The high interest rate and the policy of growth with foreign savings were, therefore, the first reason why the exchange rate remained overvalued; the second cause was the commercial and financial liberalization that dismantled the Dutch disease neutralization mechanism. This neutralization was based on high customs tariffs, which neutralized the Dutch disease in relation to the domestic market, and subsidies to exports of manufactured goods, which neutralized it in relation to the external sector.
An appreciated exchange rate in the long term discourages investment because, under these conditions, well-managed companies with up-to-date technology lose competitiveness and do not invest, even if demand is satisfactory – both external demand and internal demand. A high interest rate, in addition to causing exchange rate appreciation, directly discourages investment and deprives the State of its ability to invest.
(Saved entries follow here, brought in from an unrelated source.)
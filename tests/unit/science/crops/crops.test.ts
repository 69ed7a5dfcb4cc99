import { describe, expect, it } from 'vitest'
import { CROP_IDS } from '#shared/science/crops/crop-ids'
import { allCrops, cropOf } from '#shared/science/crops/crops'

describe('crops', () => {
  it('names a crop as a label, in the plural and by its other names', () => {
    expect(cropOf('pak-choi')).toEqual({ id: 'pak-choi', name: 'Pak choi', plural: 'Pak choi plants', alsoCalled: 'bok choy' })
    expect(cropOf('aubergine').alsoCalled).toContain('eggplant')
  })

  it('lists every id once, by name, with "Another crop" last', () => {
    const crops = allCrops()
    expect(crops.map(crop => crop.id).toSorted()).toEqual([...CROP_IDS].toSorted())
    const names = crops.map(crop => crop.name)
    expect(names.at(-1)).toBe('Another crop')
    expect(names.slice(0, -1)).toEqual(names.slice(0, -1).toSorted((one, other) => one.localeCompare(other)))
  })

  it('calls no two crops the same', () => {
    const names = allCrops().map(crop => crop.name.toLowerCase())
    expect(new Set(names).size).toBe(names.length)
  })
})
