import * as z from 'zod/mini'
import type { Entry, EntryFields, ReadingField } from '#shared/domain/entry.schema'
import { ENTRY_ACTIONS, READING_FIELD_NAMES, TOP_UP_KINDS } from '#shared/domain/entry.schema'
import { PHOTO_SUBJECTS } from '#shared/domain/photo.schema'
import { instantOf, localTime } from '~/utils/plant/zoned-time'
import type { Readings } from '~/utils/words/readings'

const typed = z.nullable(z.number())

/**
 * The form of one visit, as it is kept between two touches. Numbers may lie out
 * of range and a visit may be empty: a draft keeps what was typed, whatever it is.
 */
export const logFormSchema = z.strictObject({
  readings: z.strictObject({
    ph: typed, ecMilliSiemensPerCm: typed, waterLevelCm: typed, airGapCm: typed,
    waterCelsius: typed, airCelsius: typed, relativeHumidityPercent: typed,
  }),
  actions: z.array(z.enum(ENTRY_ACTIONS)),
  amounts: z.strictObject({
    topUpLitres: typed, topUpWith: z.nullable(z.enum(TOP_UP_KINDS)), changeLitres: typed, harvestGrams: typed, harvestCount: typed,
  }),
  note: z.string(),
  /** When it was, by the clock beside the plant; null means now. */
  moment: z.nullable(z.string()),
  lookedNoChange: z.boolean(),
  /** Photos that are ready; their bytes are kept beside the draft. */
  photos: z.array(z.strictObject({
    key: z.string(), subject: z.enum(PHOTO_SUBJECTS), sha256: z.string(),
    widthPx: z.number(), heightPx: z.number(), takenAt: z.nullable(z.string()),
  })),
})
export type LogForm = z.infer<typeof logFormSchema>
export type DraftPhoto = LogForm['photos'][number]

export function emptyLogForm(): LogForm {
  return {
    readings: noReadings(),
    actions: [],
    amounts: { topUpLitres: null, topUpWith: null, changeLitres: null, harvestGrams: null, harvestCount: null },
    note: '',
    moment: null,
    lookedNoChange: false,
    photos: [],
  }
}

function noReadings(): Readings {
  return {
    ph: null, ecMilliSiemensPerCm: null, waterLevelCm: null, airGapCm: null,
    waterCelsius: null, airCelsius: null, relativeHumidityPercent: null,
  }
}

/** True while nothing is in it that would be worth keeping. */
export function isEmptyForm({ readings, actions, note, lookedNoChange, photos }: LogForm): boolean {
  return actions.length === 0 && note.trim() === '' && !lookedNoChange && photos.length === 0
    && READING_FIELD_NAMES.every(field => readings[field] === null)
}

type Visit = { plantId: string, timeZone: string, now: string }

/** The entry a form means. Amounts of what was not done are left out; a time that cannot be read stays as it was typed, for the schema to name. */
export function toEntryFields(form: LogForm, { plantId, timeZone, now }: Visit): EntryFields {
  const did = new Set(form.actions)
  const { topUpLitres, topUpWith, changeLitres, harvestGrams, harvestCount } = form.amounts
  return {
    plantId,
    recordedAt: now,
    occurredAt: form.moment === null ? now : instantOf(form.moment, timeZone) ?? form.moment,
    lookedNoChange: form.lookedNoChange,
    note: form.note.trim() || null,
    ...form.readings,
    actions: ENTRY_ACTIONS.filter(action => did.has(action)),
    topUpLitres: did.has('topped-up') ? topUpLitres : null,
    topUpWith: did.has('topped-up') ? topUpWith : null,
    changeLitres: did.has('changed-solution') ? changeLitres : null,
    harvestGrams: did.has('harvested') ? harvestGrams : null,
    harvestCount: did.has('harvested') ? harvestCount : null,
  }
}

/** The form that shows an entry again. */
export function fromEntry(entry: Entry, timeZone: string): LogForm {
  const { topUpLitres, topUpWith, changeLitres, harvestGrams, harvestCount } = entry
  const readings = noReadings()
  for (const field of READING_FIELD_NAMES) readings[field] = entry[field]
  return {
    readings,
    actions: [...entry.actions],
    amounts: { topUpLitres, topUpWith, changeLitres, harvestGrams, harvestCount },
    note: entry.note ?? '',
    moment: localTime(entry.occurredAt, timeZone),
    lookedNoChange: entry.lookedNoChange,
    photos: [],
  }
}

/**
 * Only what differs, so that a change of one field cannot undo what another
 * phone did to the rest. The time is compared as the form shows it, to the
 * minute: seconds it never showed are no change.
 */
export function changedFields(entry: Entry, form: LogForm, visit: Visit): Partial<EntryFields> {
  const shown = fromEntry(entry, visit.timeZone)
  const before = new Map<string, unknown>(Object.entries(toEntryFields(shown, visit)))
  // An emptied time is no wish to move the visit to now.
  const next = toEntryFields({ ...form, moment: form.moment ?? shown.moment }, visit)
  return Object.fromEntries(Object.entries(next)
    .filter(([field, value]) => JSON.stringify(value) !== JSON.stringify(before.get(field))))
}

/** Where a field of an entry stands on the form. */
export function fieldIdOf(path: string): string {
  const reading = READING_FIELD_NAMES.find(field => field === path)
  return reading ? readingFieldId(reading) : path
}

export function readingFieldId(field: ReadingField): string {
  return `reading-${field}`
}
What are the interests behind the high interest rate and the appreciated exchange rate? The explanation of political economy can be summarized in one sentence: workers, rentier capitalists and high public bureaucracy are concerned only with their immediate consumption: workers prioritize the increase in wages and see in the expansion of public expenditure the path to development ; rentiers, represented by liberal orthodoxy, are highly interested in high interest rates and justify them with the specter of inflation; the high corporatist public bureaucracy, which legitimizes itself through the fight against corruption, ignores the problem of development. In other words, in these 40 years Brazil has been dominated by fiscal populism (deficits public) of the first group, by exchange rate populism (growth with “foreign savings” or deficits current account) of the second, and the corporatism of the third.
In order to grow again, Brazil needs to lower the interest rate and keep the exchange rate competitive. It needs to solve the fiscal crisis, for this purpose carrying out a countercyclical policy of increasing public investment, even if this, in the very short term, increases the deficit public. Need to reduce interest expense. It needs to recover the State's saving and investment capacity. It needs to return to the primary surplus. It needs to adopt an exchange rate policy that keeps the exchange rate floating around competitive equilibrium. It needs to stop trying to attract capital that only replaces domestic savings with foreign savings. Need to neutralize the Dutch disease. It needs to reach a small current account surplus, necessary for the exchange rate to be competitive and for companies to invest again.
*Luiz Carlos Bresser Pereira He is a professor at the Getúlio Vargas Foundation – SP.